The main advantage of the OpenAI approach is that it is zero-shot, we don't need to train the model on our dataset, we can just use the pre-trained model. And as new user and book metadata is added to the dataset, no training needs to be done, and it can be used immediately, even if we add the matrix-factorization approach to the OpenAI embeddings. Unfortunately, in the other approaches mentioned in the former sections, the model would have to be retrained, since the users and books are represented by an integer index, respectively the one-hot encoding of the index; the model would have to be retrained to take into account the new users and books. Or other workarounds would be needed, such as passing as new user's recommendations the recommendations of the most similar users in the dataset.

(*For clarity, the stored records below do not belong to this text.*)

package relpos

import (
	"encoding/csv"
	"fmt"
	"io"
	"strconv"
	"strings"
	"text/tabwriter"
)

// TextOptions select what WriteText writes beyond the summary.
type TextOptions struct {
	Buckets bool // a table of every bucket of every scheme
}

func pct(f float64) string { return strconv.FormatFloat(100*f, 'f', 1, 64) + "%" }

func pctCI(f float64, ci *Interval) string {
	if ci == nil {
		return pct(f)
	}
	return fmt.Sprintf("%s [%s, %s]", pct(f), pct(ci.Low), pct(ci.High))
}

func (q Quantile) String() string {
	if q.Exact {
		return strconv.FormatInt(q.Value, 10)
	}
	return fmt.Sprintf("%d-%d", q.Low, q.Value)
}

func quantileName(p float64) string {
	if p == 1 {
		return "max"
	}
	return "p" + strconv.FormatFloat(100*p, 'f', -1, 64)
}

func offsetRange(o [2]*int64) string {
	lo, hi := bound(o[0], "-inf"), bound(o[1], "+inf")
	if lo == hi {
		return lo
	}
	return lo + ".." + hi
}

func (r *Report) unit(k Kind) string {
	switch k {
	case Distance:
		return "tokens"
	case Time:
		switch r.TimeUnit {
		case "":
			return "time units"
		case "grid":
			return "grid steps"
		}
		return r.TimeUnit
	}
	return "semitones"
}

// WriteText writes the report as text tables.
func (r *Report) WriteText(w io.Writer, opt TextOptions) error {
	tw := tabwriter.NewWriter(w, 0, 0, 2, ' ', 0)
	fmt.Fprintf(tw, "coverage of %s windows, %s tokens, %s pairs (offset = key - query); time in %s\n",
		groupDigits(r.Windows), groupDigits(r.Tokens), r.Pairs, r.unit(Time))
	if r.Sampled {
		fmt.Fprintf(tw, "sampled: %g of the pairs, counts are of the sampled pairs, intervals are Wilson %g%%\n",
			r.Sample, 100*r.Confidence)
	}
	all := r.Distance.Pairs
	share := 0.0
	if all > 0 {
		share = float64(r.NoPitch) / float64(all)
	}
	fmt.Fprintf(tw, "pairs with a token without pitch (no pitch offset): %s (%s)\n", groupDigits(r.NoPitch), pct(share))
	for _, k := range Kinds {
		kr := r.Kind(k)
		fmt.Fprintf(tw, "\n%s (%s): %s pairs\n", strings.ToUpper(k.String()), r.unit(k), groupDigits(kr.Pairs))
		var qs []string
		for _, q := range kr.Quantiles {
			qs = append(qs, quantileName(q.P)+" "+q.String())
		}
		fmt.Fprintf(tw, "  |Δ| %s\n", strings.Join(qs, "  "))
		fmt.Fprintln(tw, "  scheme\tbuckets\tinside\tsat low\tsat high\tunused\teffective")
		for _, s := range kr.Schemes {
			fmt.Fprintf(tw, "  %s\t%d\t%s\t%s\t%s\t%d\t%.1f\n", s.Name, len(s.Buckets), pctCI(s.InsideShare, s.InsideCI),
				pctCI(s.SatLowShare, s.SatLowCI), pctCI(s.SatHighShare, s.SatHighCI), len(s.Unused), s.Effective)
		}
		if len(kr.Recommend) > 0 {
			var parts []string
			for i, rec := range kr.Recommend {
				clip := strconv.FormatInt(rec.Clip, 10)
				if !rec.Exact {
					clip = fmt.Sprintf("%d-%d", rec.Clip, rec.ClipHigh)
				}
				part := fmt.Sprintf("%s -> clip %s (%d rows)", pct(rec.Target), clip, rec.Rows)
				if i == 0 || kr.Recommend[i-1].Width != rec.Width {
					part = fmt.Sprintf("width %d: %s", rec.Width, part)
				}
				parts = append(parts, part)
			}
			fmt.Fprintf(tw, "  smallest clip reaching a target: %s\n", strings.Join(parts, ", "))
		}
		if len(kr.Budget) > 0 {
			var parts []string
			for _, b := range kr.Budget {
				parts = append(parts, fmt.Sprintf("width %d clip %d %s", b.Width, b.Clip, pctCI(b.Inside, b.CI)))
			}
			fmt.Fprintf(tw, "  within %d rows: %s\n", kr.Budget[0].Rows, strings.Join(parts, "; "))
		}
		if opt.Buckets {
			for _, s := range kr.Schemes {
				fmt.Fprintf(tw, "  %s\n", s.Name)
				fmt.Fprintln(tw, "    bucket\toffsets\tpairs\tshare")
				for b, n := range s.Buckets {
					var ci *Interval
					if s.BucketCI != nil {
						ci = &s.BucketCI[b]
					}
					fmt.Fprintf(tw, "    %d\t%s\t%s\t%s\n", b, offsetRange(s.Offsets[b]), groupDigits(n), pctCI(s.BucketShares[b], ci))
				}
			}
		}
	}
	if len(r.Instruments) > 0 {
		fmt.Fprintf(tw, "\nINSTRUMENTS (pairs whose tokens are both drums, or both pitched instruments)\n")
		fmt.Fprintln(tw, "  class\tkind\tscheme\tpairs\tinside\tsat low\tsat high")
		for _, c := range r.Instruments {
			for _, k := range Kinds {
				kr := c.kind(k)
				for _, s := range kr.Schemes {
					fmt.Fprintf(tw, "  %s\t%s\t%s\t%s\t%s\t%s\t%s\n", c.Class, k, s.Name, groupDigits(s.Pairs),
						pctCI(s.InsideShare, s.InsideCI), pctCI(s.SatLowShare, s.SatLowCI), pctCI(s.SatHighShare, s.SatHighCI))
				}
			}
		}
	}
	if len(r.Datasets) > 0 {
		fmt.Fprintf(tw, "\nDATASETS\n")
		fmt.Fprintln(tw, "  dataset\twindows\tkind\tscheme\tpairs\tinside\tp99 |Δ|")
		for _, d := range r.Datasets {
			for _, k := range Kinds {
				kr := d.kind(k)
				p99 := ""
				for _, q := range kr.Quantiles {
					if q.P == 0.99 {
						p99 = q.String()
					}
				}
				for _, s := range kr.Schemes {
					fmt.Fprintf(tw, "  %s\t%s\t%s\t%s\t%s\t%s\t%s\n", d.Dataset, groupDigits(d.Windows), k, s.Name,
						groupDigits(s.Pairs), pctCI(s.InsideShare, s.InsideCI), p99)
				}
			}
		}
	}
	if j := r.Joint; j != nil {
		fmt.Fprintf(tw, "\nJOINT time bucket (rows, %s) x pitch bucket (columns, %s): %s pairs with both pitches\n",
			j.TimeScheme, j.PitchScheme, groupDigits(j.Pairs))
		fmt.Fprint(tw, "  time\\pitch")
		for b := range j.PitchOffsets {
			fmt.Fprintf(tw, "\t%d", b)
		}
		fmt.Fprintln(tw)
		for tb, row := range j.Counts {
			fmt.Fprintf(tw, "  %d %s", tb, offsetRange(j.TimeOffsets[tb]))
			for _, n := range row {
				fmt.Fprintf(tw, "\t%d", n)
			}
			fmt.Fprintln(tw)
		}
	}
	return tw.Flush()
}

func (c *ClassReport) kind(k Kind) *KindReport {
	switch k {
	case Distance:
		return &c.Distance
	case Time:
		return &c.Time
	}
	return &c.Pitch
}

func (d *DatasetReport) kind(k Kind) *KindReport {
	switch k {
	case Distance:
		return &d.Distance
	case Time:
		return &d.Time
	}
	return &d.Pitch
}

// CSVHeader is the header row of WriteCSV.
var CSVHeader = []string{"scope", "kind", "scheme", "item", "from", "to", "pairs", "share", "ci_low", "ci_high", "value"}

// WriteCSV writes the report in long form, one row per figure: for every scope ("all",
// "class:drums", "class:pitched", "dataset:NAME"), kind and scheme the rows inside,
// sat_low, sat_high and bucket:N (with its offsets from..to), and per kind the |Δ|
// quantiles (item p50 ... max, in the value column).
func (r *Report) WriteCSV(w io.Writer) error {
	cw := csv.NewWriter(w)
	if err := cw.Write(CSVHeader); err != nil {
		return err
	}
	f := func(v float64) string { return strconv.FormatFloat(v, 'g', 10, 64) }
	ci := func(c *Interval) (string, string) {
		if c == nil {
			return "", ""
		}
		return f(c.Low), f(c.High)
	}
	kindRows := func(scope string, k Kind, kr *KindReport) {
		for _, q := range kr.Quantiles {
			v := q.String()
			cw.Write([]string{scope, k.String(), "", quantileName(q.P), "", "", strconv.FormatInt(kr.Pairs, 10), "", "", "", v})
		}
		for _, s := range kr.Schemes {
			for _, item := range []struct {
				name string
				n    int64
				sh   float64
				ci   *Interval
			}{{"inside", s.Inside, s.InsideShare, s.InsideCI}, {"sat_low", s.SatLow, s.SatLowShare, s.SatLowCI},
				{"sat_high", s.SatHigh, s.SatHighShare, s.SatHighCI}} {
				lo, hi := ci(item.ci)
				cw.Write([]string{scope, k.String(), s.Name, item.name, "", "", strconv.FormatInt(item.n, 10), f(item.sh), lo, hi, ""})
			}
			for b, n := range s.Buckets {
				var c *Interval
				if s.BucketCI != nil {
					c = &s.BucketCI[b]
				}
				lo, hi := ci(c)
				cw.Write([]string{scope, k.String(), s.Name, "bucket:" + strconv.Itoa(b), bound(s.Offsets[b][0], ""),
					bound(s.Offsets[b][1], ""), strconv.FormatInt(n, 10), f(s.BucketShares[b]), lo, hi, ""})
			}
		}
	}
	for _, k := range Kinds {
		kindRows("all", k, r.Kind(k))
	}
	for i := range r.Instruments {
		for _, k := range Kinds {
			kindRows("class:"+r.Instruments[i].Class, k, r.Instruments[i].kind(k))
		}
	}
	for i := range r.Datasets {
		for _, k := range Kinds {
			kindRows("dataset:"+r.Datasets[i].Dataset, k, r.Datasets[i].kind(k))
		}
	}
	cw.Flush()
	return cw.Error()
}
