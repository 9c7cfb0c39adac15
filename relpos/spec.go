package relpos

import (
	"errors"
	"fmt"
	"strconv"
	"strings"

	"go.yaml.in/yaml/v3"
)

// SchemeSpec configures one bucketing scheme. In YAML it is either a mapping with these
// keys or the same spec as a flag takes, a string such as "linear:width=1,clip=64",
// "log:buckets=32,max=128" or "edges:-64,-16,-4,-1,0,1".
type SchemeSpec struct {
	Scheme    string  `yaml:"scheme" json:"scheme"`                       // linear, log or edges
	Width     int     `yaml:"width,omitempty" json:"width,omitempty"`     // linear: bucket width, default 1
	Clip      *int    `yaml:"clip,omitempty" json:"clip,omitempty"`       // linear: k, required
	Buckets   int     `yaml:"buckets,omitempty" json:"buckets,omitempty"` // log: number of buckets
	Max       int     `yaml:"max,omitempty" json:"max,omitempty"`         // log: saturating magnitude
	Exact     int     `yaml:"exact,omitempty" json:"exact,omitempty"`     // log: exact magnitudes, default half a side
	Direction Mode    `yaml:"direction,omitempty" json:"direction,omitempty"`
	Edges     []int64 `yaml:"edges,omitempty" json:"edges,omitempty"` // edges: bucket boundaries
}

// maxSpecLen bounds a spec string before it is split.
const maxSpecLen = 1 << 20

// ParseScheme parses a scheme spec: TYPE:KEY=VALUE,... for linear (width, clip) and log
// (buckets, max, exact, direction), and edges:E0,E1,... for explicit edges.
func ParseScheme(s string) (SchemeSpec, error) {
	if len(s) > maxSpecLen {
		return SchemeSpec{}, fmt.Errorf("parse scheme: spec of %d bytes, at most %d", len(s), maxSpecLen)
	}
	typ, rest, ok := strings.Cut(strings.TrimSpace(s), ":")
	typ = strings.TrimSpace(typ)
	if !ok {
		return SchemeSpec{}, fmt.Errorf("parse scheme %q: want TYPE:PARAMS, e.g. linear:width=1,clip=64", s)
	}
	spec := SchemeSpec{Scheme: typ}
	switch typ {
	case TypeEdges:
		edges, err := ParseEdges(rest)
		if err != nil {
			return SchemeSpec{}, fmt.Errorf("parse scheme %q: %w", s, err)
		}
		spec.Edges = edges
		return spec, nil
	case TypeLinear, TypeLog:
	default:
		return SchemeSpec{}, fmt.Errorf("parse scheme %q: type %q is not linear, log or edges", s, typ)
	}
	seen := map[string]bool{}
	for _, kv := range strings.Split(rest, ",") {
		k, v, ok := strings.Cut(kv, "=")
		k, v = strings.TrimSpace(k), strings.TrimSpace(v)
		if !ok || k == "" {
			return SchemeSpec{}, fmt.Errorf("parse scheme %q: %q is not KEY=VALUE", s, kv)
		}
		if seen[k] {
			return SchemeSpec{}, fmt.Errorf("parse scheme %q: key %q given twice", s, k)
		}
		seen[k] = true
		if k == "direction" && typ == TypeLog {
			spec.Direction = Mode(v)
			if !spec.Direction.valid() {
				return SchemeSpec{}, fmt.Errorf("parse scheme %q: direction %q is neither causal nor bidirectional", s, v)
			}
			continue
		}
		n, err := strconv.Atoi(v)
		if err != nil {
			return SchemeSpec{}, fmt.Errorf("parse scheme %q: %s=%q is not an integer", s, k, v)
		}
		switch {
		case typ == TypeLinear && k == "width":
			spec.Width = n
		case typ == TypeLinear && k == "clip":
			spec.Clip = &n
		case typ == TypeLog && k == "buckets":
			spec.Buckets = n
		case typ == TypeLog && k == "max":
			spec.Max = n
		case typ == TypeLog && k == "exact":
			spec.Exact = n
		default:
			return SchemeSpec{}, fmt.Errorf("parse scheme %q: unknown key %q for %s", s, k, typ)
		}
	}
	if typ == TypeLinear && spec.Clip == nil {
		return SchemeSpec{}, fmt.Errorf("parse scheme %q: linear needs clip=K", s)
	}
	if typ == TypeLog && (spec.Buckets == 0 || spec.Max == 0) {
		return SchemeSpec{}, fmt.Errorf("parse scheme %q: log needs buckets=N and max=M", s)
	}
	return spec, nil
}

// String returns the spec in the form ParseScheme reads.
func (s SchemeSpec) String() string {
	var parts []string
	switch s.Scheme {
	case TypeLinear:
		if s.Width != 0 {
			parts = append(parts, "width="+strconv.Itoa(s.Width))
		}
		if s.Clip != nil {
			parts = append(parts, "clip="+strconv.Itoa(*s.Clip))
		}
	case TypeLog:
		parts = append(parts, "buckets="+strconv.Itoa(s.Buckets), "max="+strconv.Itoa(s.Max))
		if s.Exact != 0 {
			parts = append(parts, "exact="+strconv.Itoa(s.Exact))
		}
		if s.Direction != "" {
			parts = append(parts, "direction="+string(s.Direction))
		}
	case TypeEdges:
		for _, e := range s.Edges {
			parts = append(parts, strconv.FormatInt(e, 10))
		}
	}
	return s.Scheme + ":" + strings.Join(parts, ",")
}

// Build returns the scheme; a log scheme without a direction takes dir (a Config
// gives the pairs mode for distance and time, bidirectional for pitch).
func (s SchemeSpec) Build(dir Mode) (*Scheme, error) {
	switch s.Scheme {
	case TypeLinear:
		if s.Clip == nil {
			return nil, errors.New("linear scheme: clip missing")
		}
		w := s.Width
		if w == 0 {
			w = 1
		}
		return Linear(w, *s.Clip)
	case TypeLog:
		d := s.Direction
		if d == "" {
			d = dir
		}
		return Log(s.Buckets, s.Max, s.Exact, d)
	case TypeEdges:
		return EdgesScheme(s.Edges)
	}
	return nil, fmt.Errorf("scheme type %q is not linear, log or edges", s.Scheme)
}

// UnmarshalYAML accepts a spec string or a mapping.
func (s *SchemeSpec) UnmarshalYAML(n *yaml.Node) error {
	if n.Kind == yaml.ScalarNode {
		spec, err := ParseScheme(n.Value)
		if err != nil {
			return fmt.Errorf("line %d: %w", n.Line, err)
		}
		*s = spec
		return nil
	}
	if n.Kind != yaml.MappingNode {
		return fmt.Errorf("line %d: a scheme is a spec string or a mapping", n.Line)
	}
	known := map[string]bool{"scheme": true, "width": true, "clip": true, "buckets": true, "max": true,
		"exact": true, "direction": true, "edges": true}
	for i := 0; i+1 < len(n.Content); i += 2 {
		if k := n.Content[i].Value; !known[k] {
			return fmt.Errorf("line %d: unknown scheme key %q", n.Content[i].Line, k)
		}
	}
	type plain SchemeSpec
	var p plain
	if err := n.Decode(&p); err != nil {
		return err
	}
	*s = SchemeSpec(p)
	return nil
}
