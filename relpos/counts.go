package relpos

import (
	"fmt"
	"math"
	"sort"
)

// SchemeCounts are the pairs of one offset kind counted by one scheme.
type SchemeCounts struct {
	Pairs   int64   `json:"pairs"`    // pairs counted
	Inside  int64   `json:"inside"`   // pairs inside the scheme's range (not saturated)
	SatLow  int64   `json:"sat_low"`  // pairs saturated at the low edge
	SatHigh int64   `json:"sat_high"` // pairs saturated at the high edge
	Buckets []int64 `json:"buckets"`  // pairs per bucket id
}

func (s *SchemeCounts) add(o SchemeCounts) {
	s.Pairs += o.Pairs
	s.Inside += o.Inside
	s.SatLow += o.SatLow
	s.SatHigh += o.SatHigh
	for i, v := range o.Buckets {
		s.Buckets[i] += v
	}
}

// record counts one pair at offset d.
func (s *SchemeCounts) record(sch *Scheme, d int64) {
	g := sch.segs[sch.segment(d)]
	s.Pairs++
	s.Buckets[g.Bucket]++
	switch g.Sat {
	case SatLow:
		s.SatLow++
	case SatHigh:
		s.SatHigh++
	default:
		s.Inside++
	}
}

// KindCounts are the counts of one offset kind, one entry per scheme in config order.
type KindCounts struct {
	Pairs   int64          `json:"pairs"`
	Schemes []SchemeCounts `json:"schemes"`
}

// Counts are the per-scheme counts of a tally (or of one window, from CountNaive).
type Counts struct {
	NoPitch int64              `json:"no_pitch"`
	Kinds   ByKind             `json:"kinds"`
	Classes [numClasses]ByKind `json:"classes"`
	Joint   []int64            `json:"joint,omitempty"`
}

// ByKind holds the counts of each offset kind, indexed by Kind.
type ByKind [numKinds]KindCounts

// view reads the offsets of one kind of one stream of a tally.
type view struct {
	mode    Mode
	pairs   int64
	maxAbs  int64
	sampled bool
	// dense histogram: hist[d − lo], with prefix sums cum[i] = Σ hist[:i]
	lo  int64
	cum []int64
	// pointer counts
	cuts, below []int64
	mags        []int64
	// smallAbove[a] = pairs with −exact ≤ Δ ≤ −a, for 1 ≤ a ≤ exact+1
	smallAbove []int64
	exact      int64
	// sampling: per-scheme counts; for time, binCum[i] = pairs with |Δ| ≤ mags[i]
	sc     []SchemeCounts
	binCum []int64
}

func (c *Counter) view(s *stream, k Kind, whole bool) *view {
	v := &view{mode: c.cfg.Pairs, pairs: s.pairs[k], maxAbs: s.maxAbs[k]}
	if s.sc[k] != nil {
		v.sampled, v.sc = true, s.sc[k]
	}
	switch {
	case s.sc[k] != nil && k == Time:
		v.sampled, v.sc = true, s.sc[k]
		v.mags = c.bounds
		v.binCum = make([]int64, len(s.tbins))
		var run int64
		for i, n := range s.tbins {
			run += n
			v.binCum[i] = run
		}
		return v
	case k == Distance && (whole || s.sc[k] != nil):
		n := int64(len(s.dneg))
		v.lo = -(n - 1)
		v.cum = make([]int64, 2*n)
		var run int64
		for i := int64(0); i < 2*n-1; i++ {
			d := v.lo + i
			if d <= 0 {
				run += s.dneg[-d]
			} else {
				run += s.dpos[d]
			}
			v.cum[i+1] = run
		}
	case k == Pitch:
		v.lo = -127
		v.cum = make([]int64, pitchSpan+1)
		for i, n := range s.phist {
			v.cum[i+1] = v.cum[i] + n
		}
	default:
		v.cuts, v.below, v.mags = c.cuts[k], s.below[k], c.mags
		v.exact = c.exact
		v.smallAbove = make([]int64, c.exact+2)
		for a := c.exact; a >= 1; a-- {
			v.smallAbove[a] = v.smallAbove[a+1] + s.small[k][a]
		}
	}
	return v
}

// exactHist reports whether every offset's count is known.
func (v *view) exactHist() bool { return v.cum != nil }

// belowAt returns the number of pairs with Δ < x.
func (v *view) belowAt(x int64) int64 {
	switch {
	case x == math.MinInt64:
		return 0
	case v.cum != nil:
		i := x - v.lo
		if i <= 0 {
			return 0
		}
		if i >= int64(len(v.cum)) {
			return v.pairs
		}
		return v.cum[i]
	case x > 0:
		if v.mode == Causal {
			return v.pairs
		}
		return v.pairs - v.belowAt(-x+1)
	case x > -v.exact:
		// Δ < x ≤ 0: below −exact, or −Δ in [1−x, exact]
		return v.belowAt(-v.exact) + v.smallAbove[1-x]
	}
	i := sort.Search(len(v.cuts), func(i int) bool { return v.cuts[i] >= x })
	if i == len(v.cuts) || v.cuts[i] != x {
		panic(fmt.Sprintf("relpos: internal error: offset %d is not a counted cut", x))
	}
	return v.below[i]
}

// absAtMost returns the number of pairs with |Δ| ≤ a.
func (v *view) absAtMost(a int64) int64 {
	if a == math.MaxInt64 {
		return v.pairs
	}
	if v.binCum != nil {
		i := sort.Search(len(v.mags), func(i int) bool { return v.mags[i] >= a })
		if i == len(v.mags) || v.mags[i] != a {
			panic(fmt.Sprintf("relpos: internal error: magnitude %d is not a sampling bin bound", a))
		}
		return v.binCum[i]
	}
	return v.belowAt(a+1) - v.belowAt(-a)
}

// schemeCounts returns the counts of scheme i of the kind.
func (v *view) schemeCounts(s *Scheme, i int) SchemeCounts {
	if v.sampled {
		sc := v.sc[i]
		sc.Buckets = append([]int64(nil), sc.Buckets...)
		return sc
	}
	out := SchemeCounts{Pairs: v.pairs, Buckets: make([]int64, s.Buckets())}
	for _, g := range s.segs {
		hi := v.pairs
		if g.Hi != math.MaxInt64 {
			hi = v.belowAt(g.Hi + 1)
		}
		n := hi - v.belowAt(g.Lo)
		out.Buckets[g.Bucket] += n
		switch g.Sat {
		case SatLow:
			out.SatLow += n
		case SatHigh:
			out.SatHigh += n
		}
	}
	out.Inside = out.Pairs - out.SatLow - out.SatHigh
	return out
}

// Counts returns the per-scheme counts of a tally of this counter.
func (c *Counter) Counts(t *Tally) Counts {
	out := Counts{NoPitch: t.NoPitch, Joint: append([]int64(nil), t.joint...)}
	fill := func(s *stream, whole bool) (kc ByKind) {
		for _, k := range Kinds {
			v := c.view(s, k, whole)
			kc[k].Pairs = v.pairs
			for i, sch := range c.schemes[k] {
				kc[k].Schemes = append(kc[k].Schemes, v.schemeCounts(sch, i))
			}
		}
		return kc
	}
	out.Kinds = fill(&t.all, true)
	if *c.cfg.Instruments {
		for cl := range numClasses {
			out.Classes[cl] = fill(&t.class[cl], false)
		}
	}
	return out
}

func (k *KindCounts) add(o KindCounts) {
	k.Pairs += o.Pairs
	for i := range o.Schemes {
		k.Schemes[i].add(o.Schemes[i])
	}
}

func (k *ByKind) add(o ByKind) {
	for i := range k {
		k[i].add(o[i])
	}
}

// add adds o's counts (of the same counter) to c.
func (c *Counts) add(o Counts) {
	c.NoPitch += o.NoPitch
	c.Kinds.add(o.Kinds)
	for i := range c.Classes {
		if c.Classes[i][0].Schemes != nil {
			c.Classes[i].add(o.Classes[i])
		}
	}
	for i, v := range o.Joint {
		c.Joint[i] += v
	}
}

Also in the matrix factorization approach, the neural network model can be trained multi-task, for retrieval (implicit ratings mainly) and ranking ("sorting") tasks at once. This is not done in this assignment, but it is possible to do it.
There are also reinforcement learning approaches, where the time is taken into account, and the user is modeled as a Markov Decision Process, making sequential actions. The predictions could therefore be influenced by the previous actions, and the model could learn to recommend items that are not only relevant, but also diverse, or reflect the user's mood or interests evolving over time.